Data items:
____________________
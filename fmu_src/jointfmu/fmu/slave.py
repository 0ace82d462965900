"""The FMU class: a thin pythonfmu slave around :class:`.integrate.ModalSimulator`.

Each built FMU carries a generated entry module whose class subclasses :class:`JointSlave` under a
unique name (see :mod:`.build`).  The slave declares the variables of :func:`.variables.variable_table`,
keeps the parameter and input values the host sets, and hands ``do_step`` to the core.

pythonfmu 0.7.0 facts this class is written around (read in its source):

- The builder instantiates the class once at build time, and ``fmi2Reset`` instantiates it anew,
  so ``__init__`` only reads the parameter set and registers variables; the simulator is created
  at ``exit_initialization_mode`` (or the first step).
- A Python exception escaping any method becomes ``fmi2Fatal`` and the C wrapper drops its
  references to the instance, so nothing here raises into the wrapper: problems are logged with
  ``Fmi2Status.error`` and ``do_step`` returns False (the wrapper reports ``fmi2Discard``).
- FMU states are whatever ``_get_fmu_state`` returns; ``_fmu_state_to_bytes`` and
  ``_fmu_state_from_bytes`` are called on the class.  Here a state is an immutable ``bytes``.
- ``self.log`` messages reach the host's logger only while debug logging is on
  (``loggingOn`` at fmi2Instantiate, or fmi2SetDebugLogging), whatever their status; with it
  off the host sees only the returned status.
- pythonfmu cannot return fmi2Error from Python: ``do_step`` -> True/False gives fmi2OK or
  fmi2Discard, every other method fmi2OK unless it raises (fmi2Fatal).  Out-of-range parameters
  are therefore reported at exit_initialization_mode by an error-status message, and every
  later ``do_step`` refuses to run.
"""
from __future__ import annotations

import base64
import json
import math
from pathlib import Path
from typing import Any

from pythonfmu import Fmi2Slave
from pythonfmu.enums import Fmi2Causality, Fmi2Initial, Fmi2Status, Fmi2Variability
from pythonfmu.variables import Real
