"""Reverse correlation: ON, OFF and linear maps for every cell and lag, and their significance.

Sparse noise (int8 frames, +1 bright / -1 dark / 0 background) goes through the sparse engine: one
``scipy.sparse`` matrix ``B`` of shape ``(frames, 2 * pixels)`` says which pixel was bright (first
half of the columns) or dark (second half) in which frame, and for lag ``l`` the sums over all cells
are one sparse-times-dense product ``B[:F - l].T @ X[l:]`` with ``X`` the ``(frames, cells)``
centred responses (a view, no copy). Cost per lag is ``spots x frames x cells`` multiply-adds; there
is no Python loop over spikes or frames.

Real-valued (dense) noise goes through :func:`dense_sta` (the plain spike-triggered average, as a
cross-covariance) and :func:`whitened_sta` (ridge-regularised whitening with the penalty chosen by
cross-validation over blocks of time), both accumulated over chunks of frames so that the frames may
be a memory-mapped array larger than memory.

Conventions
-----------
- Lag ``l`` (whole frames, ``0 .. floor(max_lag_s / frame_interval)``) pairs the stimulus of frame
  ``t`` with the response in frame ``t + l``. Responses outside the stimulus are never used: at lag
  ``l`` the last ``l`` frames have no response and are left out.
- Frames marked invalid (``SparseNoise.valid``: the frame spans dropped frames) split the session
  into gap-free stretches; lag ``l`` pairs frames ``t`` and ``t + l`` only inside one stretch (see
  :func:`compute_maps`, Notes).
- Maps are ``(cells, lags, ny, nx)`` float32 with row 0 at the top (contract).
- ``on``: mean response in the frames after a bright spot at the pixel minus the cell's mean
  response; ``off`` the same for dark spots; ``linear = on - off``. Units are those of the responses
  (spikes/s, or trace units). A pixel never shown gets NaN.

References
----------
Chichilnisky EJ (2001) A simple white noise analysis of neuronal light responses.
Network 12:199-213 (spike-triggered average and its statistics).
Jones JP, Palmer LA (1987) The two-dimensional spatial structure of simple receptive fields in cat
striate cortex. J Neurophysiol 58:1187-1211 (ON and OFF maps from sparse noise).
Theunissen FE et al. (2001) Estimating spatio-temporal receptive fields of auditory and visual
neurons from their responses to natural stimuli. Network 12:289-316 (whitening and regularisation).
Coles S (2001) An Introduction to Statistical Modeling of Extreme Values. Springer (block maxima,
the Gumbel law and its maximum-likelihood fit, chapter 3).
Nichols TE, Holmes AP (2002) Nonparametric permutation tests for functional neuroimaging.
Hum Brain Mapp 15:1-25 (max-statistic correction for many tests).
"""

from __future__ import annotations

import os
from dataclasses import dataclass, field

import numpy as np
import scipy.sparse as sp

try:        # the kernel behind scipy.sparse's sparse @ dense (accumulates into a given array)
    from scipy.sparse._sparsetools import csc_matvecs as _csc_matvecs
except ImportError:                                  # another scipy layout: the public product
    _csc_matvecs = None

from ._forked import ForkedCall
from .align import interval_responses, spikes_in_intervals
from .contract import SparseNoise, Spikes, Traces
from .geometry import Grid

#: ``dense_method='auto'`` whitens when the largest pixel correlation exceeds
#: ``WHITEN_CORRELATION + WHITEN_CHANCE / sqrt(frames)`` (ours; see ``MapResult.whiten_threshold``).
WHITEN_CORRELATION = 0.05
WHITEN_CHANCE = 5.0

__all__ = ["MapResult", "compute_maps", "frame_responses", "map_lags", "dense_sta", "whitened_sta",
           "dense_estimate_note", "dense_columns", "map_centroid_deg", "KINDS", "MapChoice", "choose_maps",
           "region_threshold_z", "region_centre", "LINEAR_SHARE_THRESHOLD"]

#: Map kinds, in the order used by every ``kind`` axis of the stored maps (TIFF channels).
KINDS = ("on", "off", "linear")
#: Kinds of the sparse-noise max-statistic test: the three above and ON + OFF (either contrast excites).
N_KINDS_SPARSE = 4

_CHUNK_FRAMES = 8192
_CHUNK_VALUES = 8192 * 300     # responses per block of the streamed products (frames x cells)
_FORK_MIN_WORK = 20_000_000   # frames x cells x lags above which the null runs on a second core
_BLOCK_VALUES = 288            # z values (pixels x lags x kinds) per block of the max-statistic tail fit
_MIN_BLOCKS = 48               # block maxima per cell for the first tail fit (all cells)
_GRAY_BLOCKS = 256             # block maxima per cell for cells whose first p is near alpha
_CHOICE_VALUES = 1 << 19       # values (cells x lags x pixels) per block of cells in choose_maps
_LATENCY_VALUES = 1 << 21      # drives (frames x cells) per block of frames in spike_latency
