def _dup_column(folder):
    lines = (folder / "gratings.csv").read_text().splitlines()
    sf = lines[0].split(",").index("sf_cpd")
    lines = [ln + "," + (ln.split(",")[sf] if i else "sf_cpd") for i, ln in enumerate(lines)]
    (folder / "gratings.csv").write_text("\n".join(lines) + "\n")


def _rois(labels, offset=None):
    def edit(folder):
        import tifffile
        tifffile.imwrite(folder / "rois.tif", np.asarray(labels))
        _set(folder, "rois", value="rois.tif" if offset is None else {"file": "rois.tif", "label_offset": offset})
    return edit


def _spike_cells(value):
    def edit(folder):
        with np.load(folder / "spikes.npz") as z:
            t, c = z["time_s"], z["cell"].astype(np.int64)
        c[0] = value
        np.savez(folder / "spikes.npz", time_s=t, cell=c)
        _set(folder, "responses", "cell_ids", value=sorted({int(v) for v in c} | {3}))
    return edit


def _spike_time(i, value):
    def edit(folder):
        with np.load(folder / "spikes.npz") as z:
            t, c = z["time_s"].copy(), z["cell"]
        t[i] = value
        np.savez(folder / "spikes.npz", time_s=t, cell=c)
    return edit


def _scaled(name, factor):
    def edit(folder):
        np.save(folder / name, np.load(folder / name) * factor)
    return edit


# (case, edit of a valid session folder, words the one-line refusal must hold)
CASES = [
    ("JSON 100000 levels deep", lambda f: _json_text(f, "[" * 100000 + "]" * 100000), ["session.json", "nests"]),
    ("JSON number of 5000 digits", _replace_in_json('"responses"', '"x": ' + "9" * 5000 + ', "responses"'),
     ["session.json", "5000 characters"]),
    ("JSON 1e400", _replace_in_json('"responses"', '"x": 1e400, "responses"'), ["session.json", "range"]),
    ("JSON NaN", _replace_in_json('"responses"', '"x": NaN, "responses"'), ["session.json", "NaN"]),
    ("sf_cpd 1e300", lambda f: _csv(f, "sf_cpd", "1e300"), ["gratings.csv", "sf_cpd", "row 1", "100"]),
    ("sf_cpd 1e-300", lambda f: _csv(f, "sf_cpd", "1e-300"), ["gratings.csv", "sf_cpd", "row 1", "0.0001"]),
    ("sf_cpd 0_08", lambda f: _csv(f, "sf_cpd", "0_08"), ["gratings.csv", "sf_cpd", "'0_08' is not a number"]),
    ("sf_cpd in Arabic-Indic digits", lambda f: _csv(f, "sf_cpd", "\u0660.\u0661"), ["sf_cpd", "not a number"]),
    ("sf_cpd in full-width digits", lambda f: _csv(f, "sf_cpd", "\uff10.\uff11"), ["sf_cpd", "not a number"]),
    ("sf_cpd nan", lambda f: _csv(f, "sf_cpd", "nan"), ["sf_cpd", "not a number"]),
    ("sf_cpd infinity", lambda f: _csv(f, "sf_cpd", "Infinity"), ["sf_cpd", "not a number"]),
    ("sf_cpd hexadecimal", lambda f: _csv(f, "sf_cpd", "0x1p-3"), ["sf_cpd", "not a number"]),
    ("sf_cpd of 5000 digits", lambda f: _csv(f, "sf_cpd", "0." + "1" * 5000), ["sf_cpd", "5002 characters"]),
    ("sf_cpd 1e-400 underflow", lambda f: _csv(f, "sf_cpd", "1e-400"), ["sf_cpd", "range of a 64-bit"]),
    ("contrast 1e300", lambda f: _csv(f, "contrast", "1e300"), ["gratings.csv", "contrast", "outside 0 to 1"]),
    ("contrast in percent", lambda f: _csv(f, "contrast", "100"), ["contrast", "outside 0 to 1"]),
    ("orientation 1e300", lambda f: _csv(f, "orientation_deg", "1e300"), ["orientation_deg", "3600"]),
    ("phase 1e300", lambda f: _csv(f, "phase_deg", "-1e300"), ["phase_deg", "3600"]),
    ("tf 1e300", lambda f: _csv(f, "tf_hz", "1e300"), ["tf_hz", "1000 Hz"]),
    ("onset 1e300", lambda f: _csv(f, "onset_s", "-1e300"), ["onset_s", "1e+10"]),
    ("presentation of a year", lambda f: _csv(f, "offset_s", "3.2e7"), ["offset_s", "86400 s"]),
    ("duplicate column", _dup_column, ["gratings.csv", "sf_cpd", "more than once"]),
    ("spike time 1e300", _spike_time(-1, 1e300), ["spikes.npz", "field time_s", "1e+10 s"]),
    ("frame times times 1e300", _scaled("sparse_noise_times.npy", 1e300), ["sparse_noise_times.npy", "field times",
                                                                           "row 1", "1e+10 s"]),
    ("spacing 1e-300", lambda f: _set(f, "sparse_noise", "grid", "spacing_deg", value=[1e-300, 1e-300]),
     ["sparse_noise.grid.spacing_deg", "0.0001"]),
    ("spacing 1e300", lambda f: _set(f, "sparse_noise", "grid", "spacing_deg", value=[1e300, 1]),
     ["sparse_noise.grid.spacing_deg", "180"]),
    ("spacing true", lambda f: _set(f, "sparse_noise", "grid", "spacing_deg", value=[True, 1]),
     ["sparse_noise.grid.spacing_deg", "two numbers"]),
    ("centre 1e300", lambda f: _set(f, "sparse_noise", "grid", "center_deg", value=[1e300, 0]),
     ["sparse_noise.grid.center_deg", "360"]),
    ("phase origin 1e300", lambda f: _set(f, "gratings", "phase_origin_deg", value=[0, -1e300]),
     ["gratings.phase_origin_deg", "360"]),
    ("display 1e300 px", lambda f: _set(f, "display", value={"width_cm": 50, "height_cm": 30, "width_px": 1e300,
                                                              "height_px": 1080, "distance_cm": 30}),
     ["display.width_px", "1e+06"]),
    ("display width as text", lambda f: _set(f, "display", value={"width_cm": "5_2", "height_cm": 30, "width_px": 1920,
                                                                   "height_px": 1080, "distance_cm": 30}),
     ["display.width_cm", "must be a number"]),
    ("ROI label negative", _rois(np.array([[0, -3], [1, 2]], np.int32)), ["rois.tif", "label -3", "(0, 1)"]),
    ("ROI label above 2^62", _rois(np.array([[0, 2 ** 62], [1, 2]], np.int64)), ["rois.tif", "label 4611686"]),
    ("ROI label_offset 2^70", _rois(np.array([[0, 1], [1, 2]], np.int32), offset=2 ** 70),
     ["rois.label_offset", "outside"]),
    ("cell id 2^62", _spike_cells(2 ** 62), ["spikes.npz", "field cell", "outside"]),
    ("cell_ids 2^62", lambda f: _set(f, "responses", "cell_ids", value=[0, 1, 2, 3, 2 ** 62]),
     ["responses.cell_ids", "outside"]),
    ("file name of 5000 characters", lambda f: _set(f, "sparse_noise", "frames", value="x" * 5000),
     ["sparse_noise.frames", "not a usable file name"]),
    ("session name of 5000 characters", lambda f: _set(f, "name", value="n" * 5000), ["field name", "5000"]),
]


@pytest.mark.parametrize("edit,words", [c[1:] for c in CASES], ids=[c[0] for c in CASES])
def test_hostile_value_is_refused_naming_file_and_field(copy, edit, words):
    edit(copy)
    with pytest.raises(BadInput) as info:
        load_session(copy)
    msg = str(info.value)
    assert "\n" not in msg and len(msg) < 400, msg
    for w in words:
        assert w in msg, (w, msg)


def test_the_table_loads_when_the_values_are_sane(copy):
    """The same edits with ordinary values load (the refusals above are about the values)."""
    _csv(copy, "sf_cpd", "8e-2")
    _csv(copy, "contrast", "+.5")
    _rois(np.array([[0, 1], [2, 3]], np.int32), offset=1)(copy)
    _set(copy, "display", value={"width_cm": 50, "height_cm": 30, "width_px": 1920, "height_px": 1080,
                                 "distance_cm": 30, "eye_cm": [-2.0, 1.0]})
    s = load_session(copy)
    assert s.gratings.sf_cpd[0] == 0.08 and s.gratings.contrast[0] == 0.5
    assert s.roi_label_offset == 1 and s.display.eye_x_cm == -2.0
____________________
**About this exercise:** The lines above that hold the word "digits" should be found and copied out.

**Solution for this problem:**
    ("JSON number of 5000 digits", _replace_in_json('"responses"', '"x": ' + "9" * 5000 + ', "responses"'),
    ("sf_cpd in Arabic-Indic digits", lambda f: _csv(f, "sf_cpd", "\u0660.\u0661"), ["sf_cpd", "not a number"]),
    ("sf_cpd in full-width digits", lambda f: _csv(f, "sf_cpd", "\uff10.\uff11"), ["sf_cpd", "not a number"]),
    ("sf_cpd of 5000 digits", lambda f: _csv(f, "sf_cpd", "0." + "1" * 5000), ["sf_cpd", "5002 characters"]),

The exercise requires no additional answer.